类似的情形还发生在华润微电子对美国仙童半导体企业的收购上。仙童半导体企业是美国硅谷发展史的代表,由著名的“硅谷八叛逆”创建,其中就包括英特尔之父戈登·摩尔。2015年11月,美国半导体上市企业安森美(ON.O)向仙童半导体企业发出了每股20美金的要约收购。2016年1月,华创投资和华润微电子加入要约收购战局,将收购价格提高至21.7美金/股。

尽管如此,仙童半导体企业还是拒绝了价格更高的要约,原因也是担心美国外国投资委员会(CFIUS)可能以国家安全为由拒绝批准交易。

受外部环境变化的影响,从2016年开始,中国半导体行业的跨境并购逐渐变得步履艰难,海外扩张之路频频受阻(表4)。2016年并购交易金额直线下降至118亿元,较2015年的413亿元下降71.43%。

躁动:潮声再起

2017年后,半导体行业的跨境并购似乎又重现“辉煌”。先是建广资产在2017年以27.6亿美金代价收购安世半导体全部股权;紧接着,紫光集团在2018年以22.66亿欧元的代价收购法国芯片制造商Linxens全部股权。

与此同时,半导体行业的境内并购似乎也开始呈现方兴未艾的局面。2017-2019年半导体行业的并购交易金额分别达到508.69亿元、739.03亿元、735.75亿元,超过2014年并购“井喷期”506.9亿元交易规模。

但并购交易规模的上升,或许更多的是发展重压下的躁动与不安。

首先,这两起大型并购交易是在当时特殊的时间和机遇下达成的,较难复制。高通于2016年启动对恩智浦的收购。为通过反垄断审查,恩智浦剥离了安世半导体,建广资产也因此获得收购机会。
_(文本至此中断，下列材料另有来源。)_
"""The demonstration cell: it moves while somebody looks, and gives way to whatever is real."""

import asyncio
from collections.abc import AsyncIterator

import pytest
from fastapi import FastAPI

from service import demo
from service.live.live_arms import LiveArms
from service.live.samples import Notice, Sample
from service.readiness import Kernels
from service.settings import Settings
from service.simulation.moving_cell import IDLE_S, LOOKED_AT_S, SOURCE, MovingArm, MovingCell

pytestmark = pytest.mark.anyio

NAMES = [document["name"] for document in demo.documents()]
LOADER = "housing-loader"


@pytest.fixture
def settings() -> Settings:
    """The demonstration cell."""
    return Settings(database=":memory:", demo=True)


@pytest.fixture
async def live(app: FastAPI) -> AsyncIterator[LiveArms]:
    """The live arms of a service whose cell moves."""
    state = app.state
    cell = MovingCell([*NAMES, "no-arm"], state.arms, state.live, lambda: False)
    async with cell.moving(Kernels(())):
        yield state.live


async def until_moved(live: LiveArms, names: list[str]) -> None:
    for _ in range(100):
        if all(live.newest(name) is not None for name in names):
            return
        await asyncio.sleep(0.02)
    pytest.fail("nothing moves")


async def test_every_arm_of_the_cell_has_a_simulated_value_at_once(live: LiveArms) -> None:
    await until_moved(live, NAMES)
    assert len(NAMES) == 7
    assert live.names() == sorted(NAMES)
    for name in NAMES:
        standing = live.newest(name)
        assert standing is not None
        assert standing.sample is not None
        assert (standing.quality, standing.sample.simulated) == ("good", True)
        assert standing.sample.source == SOURCE


async def test_it_moves_where_somebody_looks_and_nowhere_else(live: LiveArms) -> None:
    await until_moved(live, NAMES)
    told: list[Notice] = []
    live.observers.append(told.append)
    live.look_at(LOADER)
    await asyncio.sleep(IDLE_S + 1.0)
    assert {notice.kind for notice in told} == {"good"}
    by_name: dict[str, list[Sample]] = {}
    for notice in told:
        assert notice.standing.sample is not None
        by_name.setdefault(notice.standing.arm, []).append(notice.standing.sample)
    looked_at = by_name.pop(LOADER)
    assert len({sample.joints for sample in looked_at}) > 5
    assert 5 < len(looked_at) <= 1 + (IDLE_S + 1.0) / LOOKED_AT_S
    for samples in by_name.values():
        assert len({sample.joints for sample in samples}) == 1
        assert len(samples) <= 1 + (IDLE_S + 1.0) / IDLE_S


async def test_it_is_never_faster_than_the_arms_are(live: LiveArms) -> None:
    await until_moved(live, NAMES)
    for name in NAMES:
        live.look_at(name)
    await asyncio.sleep(2.0)
    for name in NAMES:
        arm = live.get(name)
        assert arm is not None
        assert set(arm.counts) == {"good"}


async def test_a_real_value_ends_it_for_good(app: FastAPI, live: LiveArms) -> None:
    await until_moved(live, NAMES)
    live.look_at(LOADER)
    stored = app.state.arms.get(LOADER)
    joints = (0.0, -1.5, 1.5, 0.0, 0.7, 0.0)
    now_s, now_ms = live.clock.steady_s(), live.clock.wall_ms()
    live.feed(stored, [Sample(joints, now_s, now_ms, source="gateway", period_s=0.1)])
    await asyncio.sleep(1.5)
    standing = live.newest(LOADER)
    assert standing is not None
    assert standing.sample is not None
    # Also once the real input has stopped: nothing simulated takes its place.
    assert (standing.sample.joints, standing.sample.simulated) == (joints, False)
    assert (standing.quality, standing.reason) == ("bad", "stale")


async def test_a_simulation_from_outside_is_left_alone_while_it_lasts(
    app: FastAPI, live: LiveArms
) -> None:
    await until_moved(live, NAMES)
    stored = app.state.arms.get(LOADER)
    standing = live.newest(LOADER)
    assert standing is not None
    assert standing.sample is not None
    joints = standing.sample.joints
    for _ in range(8):
        now_s, now_ms = live.clock.steady_s(), live.clock.wall_ms()
        told = {"source": "commissioning", "simulated": True, "period_s": 0.1}
        live.feed(stored, [Sample(joints, now_s, now_ms, **told)])  # type: ignore[arg-type]
        await asyncio.sleep(0.1)
        standing = live.newest(LOADER)
        assert standing is not None
        assert standing.sample is not None
        assert standing.sample.source == "commissioning"
    for _ in range(60):
        await asyncio.sleep(0.05)
        standing = live.newest(LOADER)
        assert standing is not None
        assert standing.sample is not None
        if standing.sample.source == SOURCE:
            return
    pytest.fail("it does not go on")


async def test_a_simulation_that_begins_elsewhere_is_not_torn_at(
    app: FastAPI, live: LiveArms
) -> None:
    """Its first values are a leap from where the demonstration left the arm, and doubted."""
    await until_moved(live, NAMES)
    live.look_at(LOADER)
    stored = app.state.arms.get(LOADER)
    travel = stored.read.arm.table.rows[0].travel
    standing = live.newest(LOADER)
    assert standing is not None
    assert standing.sample is not None
    first, *others = standing.sample.joints
    # Half of the first joint's travel away.
    away = first + (travel[1] - travel[0]) / 2.0 * (-1.0 if first > sum(travel) / 2.0 else 1.0)
    qualities = []
    for _ in range(60):
        now_s, now_ms = live.clock.steady_s(), live.clock.wall_ms()
        given = {"source": "commissioning", "simulated": True, "period_s": 0.1}
        sample = Sample((away, *others), now_s, now_ms, **given)  # type: ignore[arg-type]
        live.feed(stored, [sample])
        qualities.append(live.newest(LOADER).quality)  # type: ignore[union-attr]
        await asyncio.sleep(0.05)
    assert qualities[0] == "uncertain"
    assert qualities[-1] == "good"
    # Once relied on, it stays so: nobody else moves the arm.
    assert "uncertain" not in qualities[qualities.index("good") :]


async def test_a_new_revision_is_wandered_within_its_own_travel(app: FastAPI) -> None:
    arms, live = app.state.arms, app.state.live
    moving, first = MovingArm(LOADER), arms.get(LOADER)
    before = moving.sample(first, live, moves=True)
    document = first.record.document
    # The first joint may now only be where it stands, and a degree beside it.
    at = before.joints[0] * 180.0 / 3.141592653589793
    rows = [{**document["rows"][0], "travel": [at - 1.0, at + 1.0]}, *document["rows"][1:]]
    rows[0].pop("working_travel", None)
    second = arms.replace(LOADER, {**document, "rows": rows}, {_version(first)})
    after = moving.sample(second, live, moves=True)
    assert max(abs(a - b) for a, b in zip(before.joints, after.joints, strict=True)) < 0.05
    low, high = ((at + side) * 3.141592653589793 / 180.0 for side in (-1.0, 1.0))
    for _ in range(20):
        await asyncio.sleep(0.01)
        assert low <= moving.sample(second, live, moves=True).joints[0] <= high


def _version(stored: object) -> str:
    record = stored.record  # type: ignore[attr-defined]
    return f"{record.revision}-{record.digest}"
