@st.composite
def reaches(draw: st.DrawFn) -> dict[str, Any]:
    """Draw a question about targets that is right in shape, with values at the edges."""
    arm = draw(ARMS)
    optional: dict[str, st.SearchStrategy[Any]] = {
        "tool": st.one_of(POSES, st.sampled_from(["flange", *arm.get("tools", ())])),
        "frame": st.sampled_from(["base", "world", *arm.get("frames", ())]),
        "units": UNITS,
        "solutions": st.sampled_from(["best", "all"]),
        "order": st.sampled_from(["margin", "singularity"]),
    }
    asked = draw(st.fixed_dictionaries({}, optional=optional))
    return {"arm": arm, "targets": draw(st.lists(TARGETS, min_size=1, max_size=3)), **asked}


@st.composite
def ways(draw: st.DrawFn) -> dict[str, Any]:
    """Draw a question about travels that is right in shape and count, with values at the edges."""
    arm = draw(ARMS)
    count = sum(not row.get("passive", False) for row in arm["rows"])
    at = st.fixed_dictionaries({"joints": vectors(count, BEYOND)})
    # Joint values first: most poses drawn are out of reach, and a travel then has no way.
    places = st.one_of(at, at, st.fixed_dictionaries({"pose": POSES}))
    leg = st.fixed_dictionaries(
        {"end": places},
        optional={
            "move": st.sampled_from(["straight", "joints"]),
            "speed": LENGTHS,
            "turn_speed": LENGTHS,
        },
    )
    travel = st.one_of(
        st.fixed_dictionaries({"start": at, "legs": st.lists(leg, min_size=1, max_size=3)}),
        st.fixed_dictionaries(
            {"target": st.fixed_dictionaries({"pose": POSES}), "approach": APPROACHES},
            optional={"retract": APPROACHES},
        ),
    )
    optional: dict[str, st.SearchStrategy[Any]] = {
        "frame": st.sampled_from(["base", "world", *arm.get("frames", ())]),
        "units": UNITS,
        "solutions": st.sampled_from(["best", "all"]),
        "points": st.sampled_from([1, 2, 5]),
        "near": vectors(count),
    }
    asked = draw(st.fixed_dictionaries({}, optional=optional))
    return {"arm": arm, "travels": draw(st.lists(travel, min_size=1, max_size=2)), **asked}


@pytest.mark.parametrize(
    ("path", "bodies", "drawn"),
    [("/v1/reach/checks", reaches(), 20260104), ("/v1/reach/travels", ways(), 20260105)],
    ids=["targets", "travels"],
)
def test_reach_at_the_edges(schema: Any, path: str, bodies: Bodies, drawn: int) -> None:
    operation = schema[path]["POST"]
    statuses: list[int] = []

    @seed(drawn)
    @examples(8 * EXAMPLES)
    @given(body=bodies)
    def hold(body: dict[str, Any]) -> None:
        case = operation.Case(body=body, media_type="application/json")
        statuses.append(held(case).status_code)

    hold()
    assert set(statuses) <= {200, 422}
    # Most arms drawn are refused; what else is wrong is met with drawn requests.
    assert statuses.count(200) >= 5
这两起相关联的收购,都需要获得政府监管部门,尤其是中美两国政府监管部门的审批同意。从最终情况来看,虽然高通收购恩智浦获得通过的过程充满波折,但两起交易均被成功放行。

紫光集团对Linxens的收购,则显得相对简单,只需通过德国和法国相关政府部门审批同意即可,无需获得美国政府审批部门的同意。从政府审批角度来看,这两起交易没有改变中国半导体跨境并购受到半导体技术领先国家阻击的态势。

2017年跨境并购交易总额为182.86亿元,如果剔除建广资产27.6亿美金的交易(折合约179.4亿元人民币),剩下的交易金额只有3.46亿元。2018-2019年的情况也大体相似。

这种情况表明,此时的跨境并购已不再是主动出击就能获得成功。

其次,是以前年度跨境并购的余波推高交易金额。2017-2019年,半导体上市企业百亿规模以上的并购交易有6起,除前述两起新发生的跨境并购之外,其余3起均与前年度跨境并购交易的后续收官工作相关:韦尔股份作价150亿元收购华创资本持有的北京豪威;闻泰科技 331.24亿元对价收购建广资产持有的安世半导体以及紫光国微180亿元收购紫光集团持有的Linxens。如果将这些“重复”计算的项目剔除,这3年的并购交易金额将大幅下降。